Day 3 of a week-long series on teacher effectiveness. Links to posts on what makes a teacher good and teacher interdependence here. Today's installment involves the problem of sorting.
Measuring the effects of teachers on students is challenging because students are not randomly assigned to teachers. In everyday conversation and journalistic accounts, the distinction between treatment and selection effects is rarely acknowledged. Ironically, teachers know this statistical trade secret well, but get lambasted when they point out that all teachers are not working with the same inputs.
Imagine a study evaluating the effectiveness of an exercise program. The first trial randomly assigns study participants to two conditions: running five miles a day or watching television. If, two months later, exercisers are in better shape than the TV watchers, we can conclude that the program is responsible. The average difference in fitness between these two groups is called a treatment effect.

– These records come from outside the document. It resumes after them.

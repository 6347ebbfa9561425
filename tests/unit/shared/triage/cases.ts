import type { ClinicalInput } from '../../../../shared/schemas/clinical';

// A patient with every input recorded and in range, so a test changes one value and sees one criterion.
export function patient(overrides: Partial<ClinicalInput> & { vitals?: Partial<NonNullable<ClinicalInput['vitals']>> } = {}): ClinicalInput {
  const { vitals, fall, ...rest } = overrides;
  return {
    ageYears: 40,
    sex: 'male',
    pregnancyWeeks: null,
    anticoagulant: false,
    findings: [],
    considerations: [],
    ...rest,
    fall: { heightM: 1, surface: 'concrete', firstImpact: 'lower-limb-feet', headImpact: false, ...fall },
    vitals: {
      sbp: 130, hr: 80, rr: 16, spo2: 98, spo2RoomAir: true,
      gcs: { eye: 4, verbal: 5, motor: 6 },
      intubated: false, respiratorySupport: false, respiratoryDistress: false,
      ...vitals,
    },
  };
}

Now, imagine a second trial, where participants themselves decide whether they want to exercise or watch TV (baseball post-season, anyone?). People know how athletic they are. They have a pretty good idea of whether they would like to, or even can, run five miles a day. Suppose that the track team signs up for the exercise program, while those who have a special distaste for physical activity (or were cut from the track team) opt for television. Two months later, we find that those participating in the exercise condition have lower blood pressure and less body fat.
What can we make of the effects of the program? Not much. Common sense dictates that members of the track team likely had lower blood pressure and less body fat to begin with. In this scenario, we can't just compare average differences in fitness between exercisers and TV watchers because of selection bias.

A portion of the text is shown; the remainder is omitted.